To stage a re-enactment of Borodino required much planning.  An event of this significance attracted thousands of re-enactors from around the world: The United States, Canada, Europe and all over Russia.  There were problems with visas and permission to bring weapons into the country.  Horses that used to rent for $100 per day now had a going rate of $170.  Tents had to be found for the participants from abroad.  Organizers bought firewood, straw and hay, and brought in toilets as well as bathing and drinking water.  Fellow re-enactors stepped forward to help provide what the organizers could not, such as warm clothes, hot food and beverages to keep their guests warm.  Some of these re-enactors arrived 10 – 15 days ahead of the anniversary.  Regiments cooked their own food leading up to the event when organizers fed them for the last two days.

President Vladimir Putin
Inspects a Soldier

On the day of the event, September 2, there were ceremonies to honor the fallen of 200 years ago.  The Russian ceremony was on the Rayevski battery at the Great Redoubt.  The French ceremony was held at the monument for the Fallen of the Grande Armée.  Russian President Vladimir Putin represented Russia while former French President Valéry Giscard d’Estaing represented France.  In the soldiers’ camp, Alexey’s 5th Regiment of Cuirassiers held their own ceremony honoring members who had passed away.  They made a display of photos of these fallen comrades who were unable to be there on that special day.

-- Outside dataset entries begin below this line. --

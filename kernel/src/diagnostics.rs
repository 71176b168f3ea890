//! Diagnostics: does the balance close, does the observer's model fit the
//! measurements, and what should the device say about itself.
//!
//! Three independent pieces and one pure function that combines them:
//!
//! | item | question | method |
//! |---|---|---|
//! | [`ClosureMonitor`] | does the level follow the flows? | window residual `ΔV_level − Σ(q_in − q_out)·h`, normalised, two-sided CUSUM ([`Cusum`], Page 1954) |
//! | [`NisMonitor`] | are the observer's innovations as large as it predicts? | windowed normalised innovation squared against two-sided chi-square bounds ([`ChiSquareBounds`]) |
//! | [`diagnose`] | what does the device report? | NAMUR NE107 category ([`DeviceStatus`]) and a [`Quality`] per output value, by the rules tabulated there |
//!
//! Everything is fixed-size and `Copy` (the NIS window is a const-generic
//! array), does bounded work per tick, allocates nothing, cannot panic and
//! never fails on the tick: a missing or non-finite reading is skipped and
//! counted. Configuration is checked once, by the constructors.
//!
//! ## Balance closure
//!
//! With constant density, the holdup seen by the level transmitter must
//! change by what the flow meters say came in minus what went out. Over a
//! window of `n` ticks of length `h` the residual
//!
//! ```text
//! r = (V_level,end − V_level,start) − Σ (q_in − q_out)·h
//! ```
//!
//! is zero up to measurement noise. With independent white noise on each
//! holdup reading (standard deviation `σ_V`, m³; for a level transmitter
//! `σ_V ≈ A·σ_z` with `A` the cross-section at the working level) and on the
//! net flow of each tick (`σ_q`, m³/s, the in and out meters combined as
//! `√(σ_in² + σ_out²)`), its standard deviation is
//!
//! ```text
//! σ_r = √(2·σ_V² + n·(σ_q·h)²)
//! ```
//!
//! and `x = r/σ_r` is a standard normal while the balance closes. Windows are
//! **disjoint** — the reading that ends one window does not start the next;
//! the tick after a window only supplies the next start reading, so one tick
//! in `n + 1` is not covered — and therefore the `x` of successive windows
//! are independent, which is what the CUSUM's average-run-length tables
//! assume. (Residuals formed every tick, or over sliding windows, are
//! strongly correlated: consecutive sliding windows share `n − 1` ticks, and
//! consecutive windows that share an end reading are negatively correlated
//! through it, so the sum of their residuals telescopes and the tabulated run
//! lengths would not hold. A tick-by-tick residual also has the worst
//! signal-to-noise ratio: the level term `√2·σ_V` does not shrink with the
//! window while a leak's effect grows with `n`.)
//!
//! Each window's `x` feeds a two-sided [`Cusum`] with reference value `k`
//! and decision interval `h` in units of `σ_r`. Its alarm carries the sign:
//!
//! | CUSUM side | residual | [`ClosureAlarm`] | typical causes |
//! |---|---|---|---|
//! | lower (`S⁻ > h`) | `r < 0`: the level rises slower / falls faster than the flows say | [`ClosureAlarm::MoreOutThanIn`] | a leak or an unmetered outlet (drain, overflow line, open valve); outlet meter reading low; inlet meter reading high; level transmitter drifting down |
//! | upper (`S⁺ > h`) | `r > 0`: the level rises faster / falls slower than the flows say | [`ClosureAlarm::MoreInThanOut`] | an unmetered inlet (passing valve, flush, condensate); inlet meter reading low; outlet meter reading high; level transmitter drifting up |
//!
//! The sign says which way the books are out, not which instrument is wrong:
//! a leak and an inlet meter reading high give the same alarm.
//!
//! Assumptions the normalisation rests on (each makes `σ_r` too small and
//! false alarms more frequent when violated): constant density (a
//! temperature swing changes the volume without any flow), white flow noise
//! (a damped transmitter's noise is correlated across ticks — configure a
//! larger `σ_q`), a level transmitter inside its range (give `None` for the
//! holdup while the vessel is empty or overflowing) and a cross-section
//! known to the accuracy of `σ_V`.
//!
//! ## Model mismatch
//!
//! An observer with innovation `ν` (dimension `m`) and predicted innovation
//! covariance `S` has `ε = νᵀ S⁻¹ ν` distributed as chi-square with `m`
//! degrees of freedom when its model and noise levels are right. Over a
//! window of `W` updates the sum of `ε` is chi-square with the sum of the
//! `m` as degrees of freedom (Bar-Shalom, Li and Kirubarajan, *Estimation
//! with Applications to Tracking and Navigation*, 2001, §5.4). [`NisMonitor`]
//! compares that sum with the two-sided bounds at a configured probability:
//! above the upper bound the filter is **overconfident** (its innovations are
//! larger than it thinks: model error, or process noise set too low); below
//! the lower bound it is **too cautious** (noise set too high).
//!
//! ## Device status (NAMUR NE107)
//!
//! [`diagnose`] maps the kernel's [`StatusFlags`], the closure alarm, the NIS
//! state, the qualities of the inputs and a function-check switch to one of
//! the NE107 categories and a [`Quality`] per output value. Its rules are
//! tabulated in its documentation. [`Quality`] is the signal layer's
//! ([`crate::signal::Quality`], re-exported here): input and output
//! qualities are one type, ordered `Good < Uncertain < Bad`.

use crate::observer::Update;
pub use crate::signal::Quality;
use crate::{Compensated, Error, Scalar, StatusFlags};

// ---------------------------------------------------------------------------
// CUSUM
// ---------------------------------------------------------------------------

/// Which side of a two-sided CUSUM is in alarm.
#[derive(Clone, Copy, Debug, PartialEq, Eq, Hash)]
#[cfg_attr(feature = "defmt", derive(defmt::Format))]
pub enum CusumSide {
    /// The upper statistic `S⁺` exceeds the decision interval: the mean has
    /// shifted up.
    Upper,
    /// The lower statistic `S⁻` exceeds the decision interval: the mean has
    /// shifted down.
    Lower,
}

/// Two-sided tabular CUSUM of standardised observations (Page, *Continuous
/// inspection schemes*, Biometrika 41, 1954).
///
/// ```text
/// S⁺ ← max(0, S⁺ + x − k)      S⁻ ← max(0, S⁻ − x − k)
/// ```
///
/// starting from zero; the alarm is raised while `S⁺ > h` or `S⁻ > h`. `k`
/// and `h` are in units of the observations' standard deviation (commonly
/// `k = 0.5`, half the shift to detect, and `h = 4` or `5`).
///
/// Both statistics are limited to `2h`: this does not change when an alarm is
/// first raised, and it lets the alarm clear by itself about `h/k`
/// observations after the shift has gone, instead of after as many as it
/// lasted. [`Cusum::reset`] clears it at once (acknowledge). A non-finite
/// observation is skipped.
#[cfg_attr(feature = "serde", derive(serde::Serialize, serde::Deserialize))]
#[derive(Clone, Copy, Debug, PartialEq)]
pub struct Cusum<S> {
    k: S,
    h: S,
    upper: S,
    lower: S,
}

impl<S: Scalar> Cusum<S> {
    /// A CUSUM with reference value `k ≥ 0` and decision interval `h > 0`.
    ///
    /// # Errors
    /// [`Error::ConfigNonFinite`] if either is NaN or infinite,
    /// [`Error::ConfigNonPositive`] if `k < 0` or `h ≤ 0`.
    pub fn new(k: S, h: S) -> Result<Self, Error> {
        if !k.is_finite() || !h.is_finite() {
            return Err(Error::ConfigNonFinite);
        }
        if k < S::ZERO || !(h > S::ZERO) {
            return Err(Error::ConfigNonPositive);
        }
        Ok(Self {
            k,
            h,
            upper: S::ZERO,
            lower: S::ZERO,
        })
    }

    /// Add one standardised observation; returns the alarm state after it.
    pub fn update(&mut self, x: S) -> Option<CusumSide> {
        if x.is_finite() {
            let cap = self.h + self.h;
            self.upper = (self.upper + x - self.k).max(S::ZERO).min(cap);
            self.lower = (self.lower - x - self.k).max(S::ZERO).min(cap);
        }
        self.alarm()
    }

    /// The alarm state: the side whose statistic exceeds `h` (the larger one
    /// if both do).
    pub fn alarm(&self) -> Option<CusumSide> {
        let up = self.upper > self.h;
        let down = self.lower > self.h;
        match (up, down) {
            (true, true) if self.lower > self.upper => Some(CusumSide::Lower),
            (true, _) => Some(CusumSide::Upper),
            (false, true) => Some(CusumSide::Lower),
            (false, false) => None,
        }
    }

    /// The upper statistic `S⁺`.
    pub fn upper(&self) -> S {
        self.upper
    }

    /// The lower statistic `S⁻`.
    pub fn lower(&self) -> S {
        self.lower
    }

    /// The reference value `k`.
    pub fn k(&self) -> S {
        self.k
    }

    /// The decision interval `h`.
    pub fn h(&self) -> S {
        self.h
    }

    /// Set both statistics to zero (clears the alarm).
    pub fn reset(&mut self) {
        self.upper = S::ZERO;
        self.lower = S::ZERO;
    }
}

// ---------------------------------------------------------------------------
// Balance closure
// ---------------------------------------------------------------------------

/// The sign of a balance that does not close.
#[derive(Clone, Copy, Debug, PartialEq, Eq, Hash)]
#[cfg_attr(feature = "defmt", derive(defmt::Format))]
pub enum ClosureAlarm {
    /// The level says more left (or less came in) than the flow meters say:
    /// a leak or unmetered outlet, an outlet meter reading low, an inlet meter
    /// reading high, or the level transmitter drifting down.
    MoreOutThanIn,
    /// The level says more came in (or less left) than the flow meters say:
    /// an unmetered inlet, an inlet meter reading low, an outlet meter
    /// reading high, or the level transmitter drifting up.
    MoreInThanOut,
}

impl ClosureAlarm {
    /// The closure alarm for a CUSUM side (upper: residual positive, more in
    /// than out).
    pub const fn from_side(side: CusumSide) -> Self {
        match side {
            CusumSide::Upper => ClosureAlarm::MoreInThanOut,
            CusumSide::Lower => ClosureAlarm::MoreOutThanIn,
        }
    }

    /// A fixed description for reports.
    pub const fn message(self) -> &'static str {
        match self {
            ClosureAlarm::MoreOutThanIn => "balance does not close: more out than in",
            ClosureAlarm::MoreInThanOut => "balance does not close: more in than out",
        }
    }
}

The logistics of accommodating the crowd and preparing for the visit of President Putin were enormous.  Security forces examined the entire area of the re-enactment and uncovered 32 kilograms of explosives from WWII.  Roads were blocked by the police and tourists had to walk as far as eight kilometers to the site.

It Began to Rain
Near the End of the Battle

The battle was re-enacted in three stages: the battle for the town of Borodino and the crossing of the Koloch river, the attack on the village of Semenovskaya, and the assault on the Great Redoubt.  Rain began to fall as the two hour re-enactment came to an end with many horses falling on the wet grass.

Mikhail Kutuzov at Borodino 2012
Portrayed by Pavel Timofeev

The crowd was ecstatic with the appearance of Mark Schneider and Pavel Timofeev portraying Emperor Napoleon and General Mikhail Kutuzov, respectively.  Alexey said having them there added beauty to the battle.

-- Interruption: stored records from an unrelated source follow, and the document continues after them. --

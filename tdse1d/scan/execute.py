"""Parameter scans: a plan of runs, executed on Dask distributed, one result file per point.

A *scan plan* (TOML) names a base input and one or more axes::

    base = "argon_800nm.toml"      # an input file, relative to the plan (or an inline [base] table)
    mode = "grid"                  # "grid": every combination; "zip": axes of equal length side by side

    [set]                          # optional: overrides applied to every point
    "laser.0.cycles" = 4

    [[axis]]
    key = "laser.0.peak_intensity" # a dotted key, as ``tdse1d run --set`` takes
    values = ["1e14 W/cm^2", "1.5e14 W/cm^2"]

    [[axis]]
    key = "laser.0.wavelength"
    start = "800 nm"               # or a range: start, stop, count, spacing = "linear" | "log"
    stop = "1200 nm"
    count = 3

:func:`load_plan` validates every point as a complete input before anything runs and
reports all bad points at once (:class:`PlanError`, an :class:`~tdse1d.input.schema.InputError`).

Each point's resolved input has a stable name, :func:`input_hash` (the first 16 hex
digits of the SHA-256 of its canonical TOML), and its result goes to
``SCAN_DIR/points/<hash>.h5``, written through :func:`tdse1d.api.run` under a temporary
name and renamed when complete. A rerun skips the points whose finished file holds the
same input; a failed point leaves ``points/<hash>.error`` (its traceback) and is retried
only when asked. The plan is recorded in ``SCAN_DIR/manifest.json`` (and a copy of the
plan text in ``SCAN_DIR/scan.toml``), so that a directory holding another plan's points
is refused unless the user starts afresh.

One writer at a time: :func:`run_scan` holds ``SCAN_DIR/scan.lock`` for the whole scan
(a second scan of the same directory is refused at once, naming the holder), and every
point file is written under its own lock (:class:`tdse1d.io.guarded_file.WriterLock`), so a
job-array task (:func:`run_one`) never writes a point that another process is writing.
A SIGTERM or SIGINT reaching a process that runs points (a Dask worker, a job-array
task) makes each of its runs write its checkpoint and stop (:func:`install_stop_handlers`).

Execution (:func:`run_scan`) submits the points, longest first (cost
:func:`estimate_cost` = grid points x time steps, from the semiclassical grid advice
without computing bound states), to a Dask ``distributed`` cluster: by default a
``LocalCluster`` of single-threaded worker processes on the loopback interface, or an
existing scheduler given by address. :func:`run_one` runs one point in this process
(job arrays), and :func:`tdse1d.scan.summary.write_summary` assembles ``summary.h5``.
"""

Alexey summed his experience up as follows: “Borodino has an extraordinary aura, a kind of energy.  It is hard to describe, but one can feel it.  In the evening fog as if the shadows of the fallen, one cannot help thinking – I am not a coward, but how can I go into battle and kill people with my sword and trample them with my horse?  I fall asleep to the sounds of the camp and the neighing of the horses.  For all of us, all of Russia and all of the visitors – that day will be remembered forever.”

Blogger’s Note –

I (Scott Armstrong) grew up doing American Revolutionary War re-enacting with my family so I have a particular interest in the re-enacting aspect.  Our Borodino was the siege of Yorktown, which led to the surrender of Lord Cornwallis’ army, and eventually, to the end of the war which gave America her independence.  I was fortunate enough to attend the 200th anniversary of that event with my father in 1981 and the 225th in 2006, this time with my own family as well as my father.

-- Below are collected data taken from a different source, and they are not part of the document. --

class _Run:
    """Step-by-step integration with events located on the dense output."""

    def __init__(self, model, y0, duration, rtol, atol, method, max_step, stops):
        self.m = model
        self.y0 = y0
        self.duration = duration
        self.rtol, self.atol = rtol, atol
        self.method = method
        self.max_step = max_step if max_step is not None else duration / 20.0
        self.stops = stops
        self.segments = []  # (t0, t1, dense, active source index)
        self.stop_reason = "time limit (duration)"
        self.complete = True
        self.failure = ""
        self.t_end = 0.0
        self.y_end = y0
        self.progress = None  # callable(t) after each step, e.g. a progress bar

    def _event_values(self, t, y):
        m = self.m
        d = m.evaluate(t, y)
        P, T = d["P"], d["T"]
        sgn = 1.0 if m.mode == "fill" else -1.0
        out = {}
        s = self.stops
        if s["target_pressure"] is not None:
            out["target pressure reached"] = sgn * (P - s["target_pressure"])
        if s["target_mass"] is not None:
            mass = float(y[:m.nc] @ m.fluid.molar_masses)
            out["target mass reached"] = sgn * (mass - s["target_mass"])
        if s["temperature_limit"] is not None:
            out["gas temperature limit reached"] = sgn * (T - s["temperature_limit"])
        if m.mode == "fill":
            up = d["up"]
            if up is not None:
                # 1e-4 of the upstream pressure: flow practically ended (common practice, no source)
                last = m.active >= len(m.sources) - 1
                dp_switch = 0.0 if last else m.switch_dp
                key = "pressure equalised with the supply" if last else "bank switch"
                out[key] = (P + max(dp_switch, 1e-4 * up["P"])) - up["P"]
        else:
            out["pressure equalised with the back pressure"] = (m.back_pressure + 1e-4 * P) - P
        return out

    def integrate(self):
        from scipy.integrate import BDF, LSODA, Radau
        from scipy.optimize import brentq

        methods = {"BDF": BDF, "LSODA": LSODA, "Radau": Radau}
        if self.method not in methods:
            raise InputError("method", self.method, '"BDF", "LSODA" or "Radau"')
        m = self.m
        t, y = 0.0, self.y0.copy()
        try:
            ev_prev = self._event_values(t, y)
        except (EosfillError, FloatingPointError, ValueError) as exc:
            self.complete, self.failure = False, f"the initial state could not be evaluated ({exc})"
            return
        while True:
            opts = {} if self.method == "LSODA" else dict(jac_sparsity=m.sparsity())
            solver = methods[self.method](m.fun, t, y, self.duration, rtol=self.rtol, atol=self.atol,
                                          max_step=self.max_step, **opts)
            restart = False
            while solver.status == "running":
                try:
                    with np.errstate(invalid="raise", divide="raise", over="raise"):
                        msg = solver.step()
                    if self.progress is not None:
                        self.progress(solver.t)
                except (EosfillError, FloatingPointError, ValueError, ZeroDivisionError) as exc:
                    self.complete, self.failure = False, f"{type(exc).__name__}: {exc}"
                    return
                if solver.status == "failed":
                    self.complete, self.failure = False, f"step failed: {msg}"
                    return
                t0, t1 = solver.t_old, solver.t
                dense = solver.dense_output()
                try:
                    ev = self._event_values(t1, solver.y)
                except (EosfillError, FloatingPointError, ValueError) as exc:
                    self.complete, self.failure = False, f"{type(exc).__name__}: {exc}"
                    self.segments.append((t0, t1, dense, m.active))
                    self.t_end, self.y_end = t0, dense(t0)
                    return
                hit = None
                for name, val in ev.items():
                    if name in ev_prev and ev_prev[name] < 0.0 <= val:
                        def g(tt, name=name):
                            return self._event_values(tt, dense(tt))[name]
                        try:
                            te = brentq(g, t0, t1, xtol=1e-10 * max(t1, 1.0), rtol=1e-12)
                        except ValueError:
                            te = t1
                        if hit is None or te < hit[1]:
                            hit = (name, te)
                if hit is not None:
                    name, te = hit
                    self.segments.append((t0, te, dense, m.active))
                    t, y = te, dense(te)
                    self.t_end, self.y_end = t, y
                    if name == "bank switch":
                        m.active += 1
                        m._nozzle_cache.clear()
                        ev_prev = self._event_values(t, y)
                        restart = True
                        break
                    self.stop_reason = name
                    return
                self.segments.append((t0, t1, dense, m.active))
                ev_prev = ev
                t, y = t1, solver.y
                self.t_end, self.y_end = t, y
            if not restart:
                return

    def last_state(self):
        try:
            d = self.m.evaluate(self.t_end, self.y_end)
            return dict(t=self.t_end, T=d["T"], P=d["P"], n=float(self.y_end[:self.m.nc].sum()))
        except Exception:  # noqa: BLE001 - the last state is reported as far as it can be
            return dict(t=self.t_end, N=self.y_end[:self.m.nc].tolist(), U=float(self.y_end[self.m.iU]))

    def result(self, output_times, n_output, limits, description):
        m = self.m
        t_end = self.t_end
        if output_times is None:
            times = np.linspace(0.0, t_end, int(n_output))
        else:
            times = np.asarray(output_times, dtype=float)
            if np.any(times < 0) or np.any(np.diff(times) <= 0):
                raise InputError("output_times", output_times, "increasing times ≥ 0 s")
            times = times[times <= t_end * (1 + 1e-12)]
            if times.size == 0 or times[-1] < t_end:
                times = np.append(times, t_end)
        if times.size == 0:
            times = np.array([0.0])
        ys = np.empty((times.size, m.size))
        banks = np.full(times.size, -1)
        seg_i = 0
        for i, tt in enumerate(times):
            if tt <= 0.0 or not self.segments:
                ys[i] = self.y0
                banks[i] = 0 if m.nb else -1
                continue
            while seg_i < len(self.segments) - 1 and tt > self.segments[seg_i][1]:
                seg_i += 1
            t0, t1, dense, act = self.segments[seg_i]
            ys[i] = dense(min(max(tt, t0), t1))
            banks[i] = act if m.nb else -1
        keep_active = m.active
        rows = []
        for i, tt in enumerate(times):
            m.active = int(max(banks[i], 0)) if m.nb else keep_active
            rows.append(m.evaluate(tt, ys[i]))
        m.active = keep_active
        Mw = m.fluid.molar_masses
        T = np.array([r["T"] for r in rows])
        P = np.array([r["P"] for r in rows])
        mass = ys[:, :m.nc] @ Mw
        beta = np.array([r["gas"]["beta"] for r in rows])
        phase = np.array(_phase_labels(m.fluid, rows), dtype=object)
        res = TransientResult(
            kind=m.mode, t=times, P=P, T_gas=T,
            T_wall_inner=np.array([r["Tw_in"] for r in rows]), T_wall_outer=np.array([r["Tw_out"] for r in rows]),
            mass=mass, mdot_in=np.array([r["mdot_in"] for r in rows]),
            mdot_out=np.array([r["mdot_out"] for r in rows]), Q_wall=np.array([r["Q_wall"] for r in rows]),
            phase=phase, vapour_fraction=beta, bank=banks, stop_reason=self.stop_reason if self.complete
            else f"integration failed: {self.failure}", complete=self.complete,
            description=list(description), n_rhs=m.n_rhs)
        a = m.ia
        res.mass_in, res.mass_out = float(ys[-1, a]), float(ys[-1, a + 1])
        res.heat_from_ambient = float(ys[-1, a + 5])
        res.mass_closure, res.energy_closure, res.state_residual, st_closure = _closure(m, ys, rows, self.y0)
        res.status = worst_status(m.status, st_closure, *(t.status for t in m._isentrope_tables.values()))
        res.dense, res.extrema = self._dense_extrema()
        risk = path_solid_risk(m.fluid, T, P, np.array([r["gas"]["x"] for r in rows]))
        res.solid = np.asarray(risk.flag, dtype=bool)
        res.flags = _flags(res, limits) + [f"solid region first seen at {times[i[0]]:.4g} s "
                                           f"({int(res.solid.sum())} of {res.solid.size} output rows): {text}"
                                           for i, text in risk.reasons[:1]]
        for f in res.flags:
            warnings.warn(f, LimitWarning, stacklevel=3)
        return res


    def _at(self, seg, tt):
        """The evaluated state at time ``tt`` on one segment's dense output."""
        m = self.m
        t0, t1, dense, act = seg
        keep = m.active
        if m.nb:
            m.active = act
        try:
            return m.evaluate(tt, dense(min(max(tt, t0), t1)))
        finally:
            m.active = keep

    def _dense_extrema(self):
        """The solution at every integrator step, and the extrema of P, T_gas and
        the wall temperatures located on the dense output: the largest or smallest
        step value, refined by a bounded scalar search (Brent) over the steps on
        either side of it."""
        from scipy.optimize import minimize_scalar

        series = {"P": "P", "T_gas": "T", "T_wall_inner": "Tw_in", "T_wall_outer": "Tw_out"}
        if not self.segments:
            return {}, {}
        m = self.m
        keep = m.active
        if m.nb:
            m.active = 0
        first = m.evaluate(0.0, self.y0)
        m.active = keep
        rows = [first] + [self._at(seg, seg[1]) for seg in self.segments]
        t = np.array([0.0] + [seg[1] for seg in self.segments])
        dense = {"t": t}
        for name, key in series.items():
            dense[name] = np.array([float(r[key]) for r in rows])
        Mw = m.fluid.molar_masses
        dense["mass"] = np.array([float(self.y0[:m.nc] @ Mw)] +
                                 [float(seg[2](seg[1])[:m.nc] @ Mw) for seg in self.segments])
        extrema = {}
        for name, key in series.items():
            vals = dense[name]
            if not np.all(np.isfinite(vals)):
                continue
            for which, sign in (("max", -1.0), ("min", 1.0)):
                i = int(np.argmin(sign * vals))
                best = (float(vals[i]), float(t[i]))
                for j in (i - 1, i):  # the segments ending at and starting from point i
                    if j < 0 or j >= len(self.segments):
                        continue
                    seg = self.segments[j]
                    if seg[1] <= seg[0]:
                        continue
                    try:
                        opt = minimize_scalar(lambda tt: sign * float(self._at(seg, tt)[key]),
                                              bounds=(seg[0], seg[1]), method="bounded",
                                              options={"xatol": 1e-6 * max(seg[1], 1.0)})
                    except (EosfillError, ValueError):
                        continue
                    if np.isfinite(opt.fun) and sign * opt.fun < sign * best[0]:
                        best = (float(sign * opt.fun), float(opt.x))
                extrema[f"{which}_{name}"] = best
        return dense, extrema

Re-enactment at Yorktown 1981
Scott Armstrong is on the very far right (1/2 cut off),
back to the camera, wearing a green coat.
His Father, Jack Armstrong, is third from the right
wearing a brown coat, back to the camera

As I look at the photos and hear the stories about re-enacting the Napoleonic period, I am reminded of how much it looks like American Revolutionary War re-enacting here in the United States (although the Napoleonic re-enactors have better uniforms and more horses).  During the US Bicentennial, my father and I spent many weekends traveling to re-enact on the various 200th anniversaries of battles of the American War for Independence.  Growing up outside of Philadelphia, Pennsylvania, we were centrally located for events from Quebec, Canada to Savannah, Georgia.  We even did re-enacting in France and later in England.

We are both still members of the Ist Continental Regiment from Pennsylvania.  Growing up as a re-enactor gave me many unforgettable experiences: Parades in Philadelphia, New York City, and Paris (on the Champs Elysée), serving as an honor guard for a former US President (Ford), a battle at Dover castle in England, travelling in National Guard army trucks and, of course, participating in many battle re-enactments.

There were also other benefits to this hobby.  All of those hours spent in the car with my father gave us much time to talk and be together.  I also met my wife through re-enacting when she and her father joined our regiment.  We became engaged at a re-enactment in Colonial Williamsburg and have since attended many re-enactments with our own family. ~ Scott Armstrong

Monuments at Borodino

I recently saw some photos taken on the field at Borodino by Elena Khonineva who was part of a tour group in July of this year.  With Elena’s permission, I am glad to share them here.

A Grateful Russia
to its Defenders

This monument was built in 1912, destroyed in the 1920’s and rebuilt in 1995.  The architect was S. K. Rodionov.

Kutusov Monument at Gorski

Monument Chief of the Russian armies, MI Golenishchev-Kutuzov at the command post of the commander.  Built in 1912 by the military engineer PA Vorontsov – Sonya.  Located on a hill in the center of the village of Gorki on the main observation post commander. From the top of the hill is easily visible position of the Russian troops in the day of battle.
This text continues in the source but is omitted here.